Investors Buyout Norwegian Car Carriers from Klaveness
Institutional investors advised by J.P. Morgan acquired Norwegian Car Carriers buying the shares held by Norway’s Klaveness Marine. The investment comes as the car carrier and vehicle transport marketing is surging due to growth in the car markets and a lack of transport capacity that is expected to last for several years.
Formed in 2010 through the merger of two predecessors in the transport sector, Norwegian Car Carriers through its heritage reports to have been the first to build and operate a purpose-built roll-on roll-off carrier in 1964. The company was acquired by Klaveness Marine in 2014 along with a J.P. Morgan Global Maritime Investment Fund.
The institutional investors advised by J.P. Morgan Global Alternative’s Global Transportation Group have now acquired the 50 percent interest in the company from Klaveness Marine.

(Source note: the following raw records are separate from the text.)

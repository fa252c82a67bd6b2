"use client";

import { useState } from "react";
import { toApiPath } from "@/lib/api/client";
import { getEvidence } from "@/lib/api/keeping";
import type { PublicationView } from "@/lib/api/publications";
import { Moment } from "../frame/moment";
import { Button } from "../parts/button";
import { useWithdraw } from "../queries/publications";
import { ReasonDialog } from "../runs/reason-dialog";

interface RevisionListProps {
  seriesId: string;
  /** Newest first. */
  revisions: readonly PublicationView[];
  mayPublish: boolean;
}

/** What is out, and what was: each with its address that never moves. */
export function RevisionList({ seriesId, revisions, mayPublish }: RevisionListProps) {
  const [withdrawing, setWithdrawing] = useState<PublicationView | null>(null);
  const withdraw = useWithdraw(seriesId);
  if (revisions.length === 0) return null;
  return (
    <section aria-labelledby="revisions">
      <h2 id="revisions">Revisions</h2>
      <ul className="mt-2 border-t border-ink">
        {revisions.map((one) => (
          <li
            key={one.id}
            className="flex flex-wrap items-center gap-x-4 gap-y-1 border-b border-rule py-3"
          >
            <p className="mr-auto min-w-0">
              <a href={one.path} className="font-semibold">
                Revision {one.revision}
              </a>
              , {one.state} · <Moment at={one.published_at} as="day" />
              {one.published_by !== null && `, ${one.published_by.name}`}
              <Embargo until={one.embargo_until} />
              {one.change_note !== null && (
                <span className="block text-small text-ink-2">{one.change_note}</span>
              )}
              {one.withdraw_reason !== null && (
                <span className="block text-small text-fault">
                  Withdrawn: {one.withdraw_reason}
                </span>
              )}
              <span className="figures block text-hint break-all text-ink-2">
                {one.path} · {one.digest.slice(0, 12)}
              </span>
            </p>
            <a
              className="text-small"
              href={toApiPath(getEvidence, { publicationId: one.id })}
              download
              aria-label={`Evidence, ZIP${one.evidence_public ? "" : " (not given to readers)"}, revision ${one.revision}`}
            >
              Evidence, ZIP{one.evidence_public ? "" : " (not given to readers)"}
            </a>
            {mayPublish && one.state === "live" && (
              <Button size="small" onClick={() => setWithdrawing(one)}>
                Withdraw
              </Button>
            )}
          </li>
        ))}
      </ul>
      {withdrawing !== null && (
        <ReasonDialog
          title={`Withdraw revision ${withdrawing.revision}`}
          words="Readers see at once that it was withdrawn, and this reason. Its figures are not shown any more."
          act="Withdraw it"
          onGive={async (reason) => {
            await withdraw.mutateAsync({ publicationId: withdrawing.id, reason });
          }}
          onClose={() => setWithdrawing(null)}
        />
      )}
    </section>
  );
}

function Embargo({ until }: { until: string | null }) {
  if (until === null) return null;
  return (
    <>
      {" "}
      · embargo until <Moment at={until} />
    </>
  );
}
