import { handle } from "@/app/_server/handle";
import { forgetRevisions } from "@/app/_server/reader/find-revision";
import { toPublicationView } from "@/app/_server/views/publication-view";
import { publishSeries } from "@/db/acts/publish";
import { getLab } from "@/db/queries/labs";
import { getPublication, listPublications as listRows } from "@/db/queries/publications";
import { getSeries } from "@/db/queries/series";
import { listPublications, publish } from "@/lib/api/publications";

export const GET = handle(listPublications, ({ params, inLab, caller }) =>
  inLab(async (trx) => {
    await getSeries(trx, caller.labId, params.seriesId);
    const { slug } = await getLab(trx, caller.labId);
    const rows = await listRows(trx, caller.labId, params.seriesId);
    return { publications: rows.map((row) => toPublicationView(row, slug)) };
  }),
);

export const POST = handle(publish, async ({ params, body, inLab, caller, scope }) => {
  const view = await inLab(async (trx) => {
    const { slug, embargo_until, change_note, ...words } = body;
    const by = { ...scope, accountId: caller.accountId };
    const id = await publishSeries(trx, by, params.seriesId, {
      words,
      slug: slug ?? null,
      embargoUntil: embargo_until === null ? null : new Date(embargo_until),
      changeNote: change_note,
    });
    const lab = await getLab(trx, caller.labId);
    return toPublicationView(await getPublication(trx, caller.labId, id), lab.slug);
  });
  forgetRevisions();
  return view;
});
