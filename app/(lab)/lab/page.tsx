import type { Metadata } from "next";
import { getPageCaller } from "@/app/_server/page-caller";
import { SettingsScreen } from "@/components/lab/settings-screen";
import { getEnvironment } from "@/lib/config/environment";
import { may } from "@/lib/roles/roles";

export const metadata: Metadata = { title: "Settings of the lab" };

export default async function LabPage() {
  const caller = await getPageCaller();
  return (
    <SettingsScreen
      mayAdminister={may(caller.roles, "administer")}
      mostUploadMb={getEnvironment().maxUploadBytes / 1_000_000}
    />
  );
}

At the same time, they purchased the minority shares in the NOCC Atlantic, one of the company’s three car carriers, built in 2009 with a capacity of 6,754 units. The investors are now the sole owners of Norwegian Car Carriers and the NOCC Atlantic as well as the company’s other two vessels.
“NOCC and its predecessor firms have a storied history in the car carrier segment and with our sponsorship, can continue to be a key tonnage provider to the industry,” said Andrian Dacy, Global Head of Transportation for J.P. Morgan Alternatives. “We believe NOCC is well positioned to help its clients meet the challenges of today’s market.”

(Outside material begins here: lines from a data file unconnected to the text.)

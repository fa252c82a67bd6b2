import { describe, expect, it } from "vitest";
import { readPublishForm } from "./publish-form";

const read = (fields: Record<string, string>) => {
  const form = new FormData();
  for (const [name, value] of Object.entries({ supplied_by: "bought by the lab", ...fields })) {
    form.set(name, value);
  }
  return readPublishForm(form);
};

describe("readPublishForm", () => {
  it("sends what is filled in, and null for what is not", () => {
    expect(read({ words: " Quiet. ", maker_name: "", maker_words: "" })).toEqual({
      words: "Quiet.",
      supplied_by: "bought by the lab",
      maker_statement: null,
      answer_to_maker: null,
      embargo_until: null,
      change_note: null,
      evidence_public: false,
    });
    expect(read({ evidence: "on" })).toMatchObject({ evidence_public: true });
  });

  it("prints an answer only beside a statement", () => {
    expect(read({ answer: "We did." })).toMatchObject({ answer_to_maker: null });
    expect(read({ maker_name: "Ida", maker_words: "Try 63 Hz.", answer: "We did." })).toMatchObject(
      {
        maker_statement: { name: "Ida", words: "Try 63 Hz." },
        answer_to_maker: "We did.",
      },
    );
  });

  it.each([
    [{ maker_name: "Ida" }, "needs a name and words"],
    [{ slug: "Osier 8A" }, "osier-8a"],
  ])("%o", (fields, fault) => {
    expect(read(fields)).toContain(fault);
  });
});
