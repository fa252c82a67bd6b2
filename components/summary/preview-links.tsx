"use client";

import { useState, type SyntheticEvent } from "react";
import type { z } from "zod";
import type { previewViewSchema } from "@/lib/api/publications";
import { Moment } from "../frame/moment";
import { useNow } from "../frame/use-now";
import { ShownOnce } from "../lab/shown-once";
import { Button } from "../parts/button";
import { Field, TextInput } from "../parts/field";
import { useCreatePreview, useRevokePreview } from "../queries/publications";

type PreviewView = z.output<typeof previewViewSchema>;

interface PreviewLinksProps {
  seriesId: string;
  /** Newest first. */
  previews: readonly PreviewView[];
  mayMake: boolean;
  mayRevoke: boolean;
}

/** Private links: the maker sees the page as it would be, and comments. */
export function PreviewLinks({ seriesId, previews, mayMake, mayRevoke }: PreviewLinksProps) {
  const create = useCreatePreview(seriesId);
  const [form, setForm] = useState(0);
  const made = create.data;
  const send = (event: SyntheticEvent<HTMLFormElement>): void => {
    event.preventDefault();
    const fields = new FormData(event.currentTarget);
    create.mutate(
      {
        for_whom: textOf(fields, "for_whom"),
        supplied_by: textOf(fields, "supplied_by"),
        days: Number(textOf(fields, "days")),
      },
      { onSuccess: () => setForm((count) => count + 1) },
    );
  };
  if (!mayMake && previews.length === 0) return null;
  return (
    <section aria-labelledby="previews" className="space-y-4">
      <h2 id="previews">Private preview for the maker</h2>
      {made !== undefined && (
        <ShownOnce
          title={`The link for ${made.for_whom}`}
          label="preview link"
          secret={made.link}
          onDone={() => create.reset()}
        >
          Send it yourself; it is shown now and never again. It is good until{" "}
          <Moment at={made.expires_at} as="day" />.
        </ShownOnce>
      )}
      {mayMake && made === undefined && (
        <form key={form} onSubmit={send} className="space-y-3">
          <Field label="for whom">
            {(props) => <TextInput {...props} name="for_whom" required maxLength={200} />}
          </Field>
          <Field label="who supplied the unit, as the preview says it">
            {(props) => (
              <TextInput {...props} name="supplied_by" required minLength={3} maxLength={200} />
            )}
          </Field>
          <Field label="good for, days">
            {(props) => (
              <TextInput
                {...props}
                name="days"
                type="number"
                figures
                min={1}
                max={90}
                defaultValue={14}
                className="max-w-28"
              />
            )}
          </Field>
          {create.isError && (
            <p role="alert" className="text-fault">
              {create.error.message}
            </p>
          )}
          <Button type="submit" size="form" busy={create.isPending}>
            Make a link
          </Button>
        </form>
      )}
      <ul>
        {previews.map((one) => (
          <PreviewRow key={one.id} seriesId={seriesId} preview={one} mayRevoke={mayRevoke} />
        ))}
      </ul>
    </section>
  );
}

function PreviewRow({
  seriesId,
  preview,
  mayRevoke,
}: {
  seriesId: string;
  preview: PreviewView;
  mayRevoke: boolean;
}) {
  const revoke = useRevokePreview(seriesId);
  const now = useNow();
  const over = now !== null && new Date(preview.expires_at) <= now;
  const open = preview.revoked_at === null && !over;
  return (
    <li className="flex flex-wrap items-center gap-3 border-t border-rule py-2.5">
      <p className="mr-auto">
        {preview.for_whom}
        <span className="block text-small text-ink-2">
          {preview.revoked_at !== null ? (
            <>
              revoked <Moment at={preview.revoked_at} />
            </>
          ) : (
            <>
              {over ? "expired" : "good until"} <Moment at={preview.expires_at} as="day" />
            </>
          )}
        </span>
      </p>
      {mayRevoke && open && (
        <Button
          size="small"
          busy={revoke.isPending}
          onClick={() => revoke.mutate(preview.id)}
          aria-label={`Revoke the link for ${preview.for_whom}`}
        >
          Revoke
        </Button>
      )}
      {revoke.isError && (
        <p role="alert" className="w-full text-fault">
          {revoke.error.message}
        </p>
      )}
    </li>
  );
}

const textOf = (form: FormData, name: string): string => {
  const value = form.get(name);
  return typeof value === "string" ? value.trim() : "";
};
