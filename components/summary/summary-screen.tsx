"use client";

import { useQuery } from "@tanstack/react-query";
import type { Snapshot } from "@/lib/publication/snapshot-schema";
import { toReaderWall } from "@/lib/charts/reader-wall";
import { toAnswer, toLimitWords, toMethodWords, toPublishedNotice } from "@/lib/reader/page-words";
import { FigureSvg } from "../parts/figure-svg";
import { SlimNotice } from "../parts/notice";
import { Button } from "../parts/button";
import { FaultBar } from "../parts/fault-bar";
import { EmptyState, LoadingState } from "../parts/states";
import { draftQuery, previewsQuery, publicationsQuery } from "../queries/publications";
import { MakerComments } from "./maker-comments";
import { PreviewLinks } from "./preview-links";
import { PublishForm } from "./publish-form";
import { RevisionList } from "./revision-list";
import { SummaryKitSection } from "./summary-kit";
import { ApiProblem } from "@/lib/api/client";

interface SummaryScreenProps {
  seriesId: string;
  mayPublish: boolean;
}

/** What readers see of the series, or would: the answer, its revisions, the maker's part. */
export function SummaryScreen({ seriesId, mayPublish }: SummaryScreenProps) {
  const publications = useQuery(publicationsQuery(seriesId));
  const draft = useQuery(draftQuery(seriesId));
  const previews = useQuery(previewsQuery(seriesId));
  const failed = [publications, previews].find((query) => query.isError);
  if (failed?.error != null) {
    return (
      <div className="px-gutter py-6 max-md:px-phone">
        <FaultBar
          title="The summary could not be read"
          actions={<Button onClick={() => void failed.refetch()}>Try again</Button>}
        >
          {failed.error.message}
        </FaultBar>
      </div>
    );
  }
  if (publications.data === undefined || previews.data === undefined || draft.isPending) {
    return (
      <div className="px-gutter py-6 max-md:px-phone">
        <LoadingState label="Loading the summary" onRetry={() => void publications.refetch()} />
      </div>
    );
  }
  const revisions = publications.data.publications;
  const live = revisions.find((one) => one.state === "live");
  const { comments } = previews.data;
  const signed = draft.data !== undefined;
  return (
    <div className="border-t border-rule lg:grid lg:grid-cols-[minmax(0,1fr)_400px]">
      <div className="min-w-0 space-y-8 px-gutter py-6 max-md:px-phone">
        {draft.data === undefined ? (
          <NotSigned error={draft.error} published={revisions.length > 0} />
        ) : (
          <Answer snapshot={draft.data} published={revisions.length > 0} />
        )}
        {live !== undefined && <SummaryKitSection seriesId={seriesId} publication={live} />}
        <RevisionList seriesId={seriesId} revisions={revisions} mayPublish={mayPublish} />
        <MakerComments seriesId={seriesId} comments={comments} mayAnswer={mayPublish} />
      </div>
      <aside className="space-y-8 border-rule px-gutter py-6 max-lg:border-t max-md:px-phone lg:border-l">
        {mayPublish && signed && (
          <PublishForm
            key={revisions.length}
            seriesId={seriesId}
            latest={revisions[0] ?? null}
            comments={comments}
          />
        )}
        {!mayPublish && (
          <p className="text-ink-2">
            A reviewer publishes, corrects and withdraws, and makes preview links.
          </p>
        )}
        <PreviewLinks
          seriesId={seriesId}
          previews={previews.data.previews}
          mayMake={mayPublish && signed}
          mayRevoke={mayPublish}
        />
      </aside>
    </div>
  );
}

function NotSigned({ error, published }: { error: Error | null; published: boolean }) {
  const unsigned = error instanceof ApiProblem && error.code === "conflict.state";
  return (
    <EmptyState title={unsigned ? "Not ready to publish" : "The figures could not be read"}>
      {error?.message ?? "Try again in a minute."}
      {unsigned && published && " What is published stays as it is."}
    </EmptyState>
  );
}

/** The answer in the form that readers get. */
function Answer({ snapshot, published }: { snapshot: Snapshot; published: boolean }) {
  const [first, ...rest] = toAnswer(snapshot);
  const notice = toPublishedNotice(snapshot);
  const label = toAnswer(snapshot).join(" ");
  return (
    <section aria-labelledby="answer">
      <p className="figures text-label text-ink-2">
        {published ? "as the next revision would say it" : "as it would be published"}: analysis
        version {snapshot.analysis.version}, limit {toLimitWords(snapshot.criterion)}
      </p>
      <h2 id="answer" className="mt-1 text-[26px]/8">
        {first} <span className="text-ink-2">{rest.join(" ")}</span>
      </h2>
      <p className="mt-2 text-small text-ink-2">{toMethodWords(snapshot)}</p>
      {notice !== null && <SlimNotice notice={notice} className="mt-3" />}
      <section
        className="mt-3 overflow-x-auto bg-sheet p-3"
        // A figure wider than its place is reached by keyboard, too.
        // oxlint-disable-next-line jsx-a11y/no-noninteractive-tabindex
        tabIndex={0}
        aria-label="Output limit by band"
      >
        <FigureSvg
          figure={toReaderWall(snapshot, { width: 900, plotHeight: 300, narrow: false })}
          label={label}
        />
      </section>
    </section>
  );
}
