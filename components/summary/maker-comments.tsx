"use client";

import { useState, type SyntheticEvent } from "react";
import type { MakerComment } from "@/lib/api/publications";
import { Moment } from "../frame/moment";
import { Button } from "../parts/button";
import { Field, TextArea } from "../parts/field";
import { useAnswerMaker } from "../queries/publications";

interface MakerCommentsProps {
  seriesId: string;
  /** Oldest first. */
  comments: readonly MakerComment[];
  mayAnswer: boolean;
}

/** What the maker said through a preview link, and what the lab answered. */
export function MakerComments({ seriesId, comments, mayAnswer }: MakerCommentsProps) {
  if (comments.length === 0) return null;
  return (
    <section aria-labelledby="maker-comments">
      <h2 id="maker-comments">The maker&rsquo;s comments</h2>
      <ul className="mt-2">
        {comments.map((comment) => (
          <li key={comment.id} className="border-t border-rule py-3">
            <p className="text-small text-ink-2">
              <b>{comment.name}</b>, {comment.email}, <Moment at={comment.at} />
            </p>
            <p className="max-w-prose whitespace-pre-line">{comment.words}</p>
            {comment.answer !== null && (
              <div className="mt-2 border-l-4 border-edge pl-4">
                <p className="text-small text-ink-2">
                  answered by {comment.answered_by?.name ?? "somebody"}
                </p>
                <p className="max-w-prose whitespace-pre-line">{comment.answer}</p>
              </div>
            )}
            {mayAnswer && <AnswerForm seriesId={seriesId} comment={comment} />}
          </li>
        ))}
      </ul>
    </section>
  );
}

function AnswerForm({ seriesId, comment }: { seriesId: string; comment: MakerComment }) {
  const [open, setOpen] = useState(false);
  const answer = useAnswerMaker(seriesId);
  if (!open) {
    return (
      <Button size="small" className="mt-2" onClick={() => setOpen(true)}>
        {comment.answer === null ? `Answer ${comment.name}` : "Change the answer"}
      </Button>
    );
  }
  const send = (event: SyntheticEvent<HTMLFormElement>): void => {
    event.preventDefault();
    const words = new FormData(event.currentTarget).get("answer");
    answer.mutate(
      { commentId: comment.id, answer: typeof words === "string" ? words : "" },
      { onSuccess: () => setOpen(false) },
    );
  };
  return (
    <form onSubmit={send} className="mt-2 max-w-prose space-y-2">
      <Field label={`answer to ${comment.name}, seen through the link`}>
        {(props) => (
          <TextArea
            {...props}
            name="answer"
            rows={3}
            required
            maxLength={5000}
            defaultValue={comment.answer ?? ""}
          />
        )}
      </Field>
      {answer.isError && (
        <p role="alert" className="text-fault">
          {answer.error.message}
        </p>
      )}
      <div className="flex gap-2.5">
        <Button type="submit" tone="decision" busy={answer.isPending}>
          Send the answer
        </Button>
        <Button onClick={() => setOpen(false)}>Cancel</Button>
      </div>
    </form>
  );
}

The company’s business strategy is to grow as a tonnage provider to global and regional car carrier operators by growing its fleet of large, flexible, and high-quality car carriers. NOCC currently has a fleet of three Panamax-size Pure Car Truck Carriers (about 6,500 ceu capacity) all operating on long-term charters.

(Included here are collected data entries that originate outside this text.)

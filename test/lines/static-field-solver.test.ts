import { describe, it } from 'vitest';
import { thinStriplineOhm } from '../../app/lines/stripline.ts';
import { EPSILON0_F_PER_M, ETA0_OHM, SPEED_OF_LIGHT_M_PER_S } from '../../app/units/constants.ts';
import { expectClose } from '../support/expect-close.ts';
import { chargesPerLength } from '../support/static-field-solver.ts';

/** The oracle itself against exact solutions. */

const circle = (radius: number, x: number, y: number, sides: number) =>
  Array.from({ length: sides }, (_, i): [number, number] => {
    const angle = (2 * Math.PI * i) / sides;
    return [x + radius * Math.cos(angle), y + radius * Math.sin(angle)];
  });

/** Inside the 24-gon: measured along the normal of the side in whose sector the point lies. */
const isInPolygon = (radius: number, x: number, y: number): boolean => {
  const sector = (2 * Math.PI) / 24;
  const angle = Math.atan2(y, x);
  const toNormal = angle - (Math.floor(angle / sector) + 0.5) * sector;
  return Math.hypot(x, y) * Math.cos(toNormal) < radius * Math.cos(sector / 2);
};

describe('2-D field solver of the tests', () => {
  it('gives a round wire over a plane: C = 2πε0 / acosh(h/a)', () => {
    const charge = chargesPerLength({
      conductors: [{ corners: circle(0.3, 0.1, 0.8, 48), voltage: 1 }],
      interfaces: [],
      epsilonAt: () => 1,
      hasGround: true,
      panels: 4,
    })[0]!;
    expectClose(charge, (2 * Math.PI * EPSILON0_F_PER_M) / Math.acosh(0.8 / 0.3), {
      rel: 2e-3,
      because: '48 sides: mean radius (π/48)²/6 = 0.07 % small, C 0.05 %; panels',
    });
  });

  it('gives a coaxial line with two dielectrics in series: 1/C = Σ ln(r₂/r₁)/2πε', () => {
    const [inner, middle, outer] = [0.5, 0.8, 1.4];
    const shield = circle(outer, 0, 0, 24);
    const charge = chargesPerLength({
      conductors: [
        { corners: circle(inner, 0, 0, 24), voltage: 1 },
        { corners: [...shield, shield[0]!], voltage: 0, isSheet: true },
      ],
      interfaces: [[...circle(middle, 0, 0, 24), [middle, 0]]],
      epsilonAt: (x, y) => (isInPolygon(middle, x, y) ? 6 : 2),
      hasGround: false,
      panels: 8,
    })[0]!;
    const series = Math.log(middle / inner) / 6 + Math.log(outer / middle) / 2;
    expectClose(charge, (2 * Math.PI * EPSILON0_F_PER_M) / series, {
      rel: 6e-3,
      because: '24 sides: up to (π/24)²/3 = 0.6 % in a radius',
    });
  });

  it('gives a thin strip between planes: exact by conformal mapping (Cohn)', () => {
    const [w, b] = [0.7, 1];
    const plane = [6, w / 2 + 1, w / 2, -w / 2, -w / 2 - 1, -6].map((x): [number, number] => [x, b]);
    const charge = chargesPerLength({
      conductors: [
        {
          corners: [
            [-w / 2, b / 2],
            [w / 2, b / 2],
          ],
          voltage: 1,
          isSheet: true,
        },
        { corners: plane, voltage: 0, isSheet: true },
      ],
      interfaces: [],
      epsilonAt: () => 1,
      hasGround: true,
      panels: 64,
    })[0]!;
    expectClose(1 / (SPEED_OF_LIGHT_M_PER_S * charge), thinStriplineOhm(w, b), { rel: 1e-3, because: '64 panels' });
    // The same value from the book: W. Hilberg's approximation of K/K′, accurate to 3 ppm (from memory), not by the AGM.
    const k = Math.tanh((Math.PI * w) / (2 * b));
    const root = Math.sqrt(k);
    const ratio = Math.log((2 * (1 + root)) / (1 - root)) / Math.PI; // K(k)/K(k′), k > 0.707
    expectClose(thinStriplineOhm(w, b), ETA0_OHM / 4 / ratio, { rel: 1e-5, because: 'approximation good to 3 ppm' });
  });
});
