import type { ErrorCode } from '../errors.ts';
import type { EventName } from './events.ts';
import type { ProcedureName } from './procedures.ts';

/** Every answer of a host: a value, or a failure in words. There is no second way for errors. */
export type Reply =
  | { readonly ok: true; readonly value: unknown }
  | {
      readonly ok: false;
      readonly error: { readonly code: ErrorCode; readonly message: string; readonly path?: string };
    };

/** What a host offers the window, and all of it. */
export interface Transport {
  call(name: ProcedureName, input: unknown): Promise<Reply>;
  /** Calls back for every event of the name; the returned function ends it. */
  on(name: EventName, listener: (payload: unknown) => void): () => void;
}
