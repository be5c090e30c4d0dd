import type { ErrorCode } from '../errors.ts';
import type { EventName } from './events.ts';
import type { ProcedureName } from './procedures.ts';

/** Every answer of a host: a value, or a failure in words. There is no second way for errors. */
export type Reply =
  | { readonly ok: true; readonly value: unknown }
  | {
      readonly ok: false;
      readonly error: { readonly code: ErrorCode; readonly message: string; readonly path?: string };
    };

/**
 * What a host offers the window, and all of it.
 *
 * *Electron*: the preload script puts a `Transport` at `window.quietboard`; without it, the page was served over HTTP.
 *
 * *HTTP* (loopback host): the page's address ends in `#TOKEN`; every call carries `Authorization: Bearer TOKEN`.
 *
 * - `POST /rpc/<name>`: the input as `application/json`, or, where it has a `bytes` key, as `FRAMED_TYPE` (see
 *   `framing.ts`) with the input without `bytes` as the JSON part. The answer is a `Reply` as JSON (with white space
 *   before it when it took long), or `FRAMED_TYPE` with the `Reply`, without `value.bytes`, as the JSON part. Every answer to
 *   this path is a `Reply`, whatever its status; the status is 200 once the procedure was reached. When the caller
 *   goes away, the job it waited for is stopped.
 * - `GET /events`: `text/event-stream`, read by `fetch` because it carries the header: `event:` is the name, `data:` the
 *   payload as JSON on one line; comments keep it alive. A window that was cut off connects again and loads anew what
 *   it shows. A status other than 200 comes with a `Reply` in words.
 */
export interface Transport {
  call(name: ProcedureName, input: unknown): Promise<Reply>;
  /** Calls back for every event of the name; the returned function ends it. */
  on(name: EventName, listener: (payload: unknown) => void): () => void;
}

Car carriers are currently in strong demand as the auto industry rebounds from the delays during the pandemic and increased consumer demand. Orders for the vessels lagged for over five years and only recently have begun to rebound with a near-term shortage expects until the delivery of the new orders begin to reach the market. Analysts project that the shortage in capacity and high demand for vessels will continue at least until 2025.
DNV’s recent segment review showed that after a five-year lull in new orders, the pure car and truck carrier (PCTC) segment began to rebound in 2021 when 38 newbuilds were ordered. Nearly all the vessels are being built in China. The number of others nearly tripled in 2022 to 90 vessels with the size and sophistication of the vessels also increasing.
Major carriers such as Hyundai Glovis and Grimaldi have announced large investments in new tonnage with other leaders in the segment expected to follow. The lack of capacity has also prompted car manufacturers to announce plans to build ships. Anji Logistics, which reports it is the largest automobile transportation company in China, recently reported a 25 percent increase in the number of cars transported with plans by its parent company SAIC Motor to invest in further fleet expansion.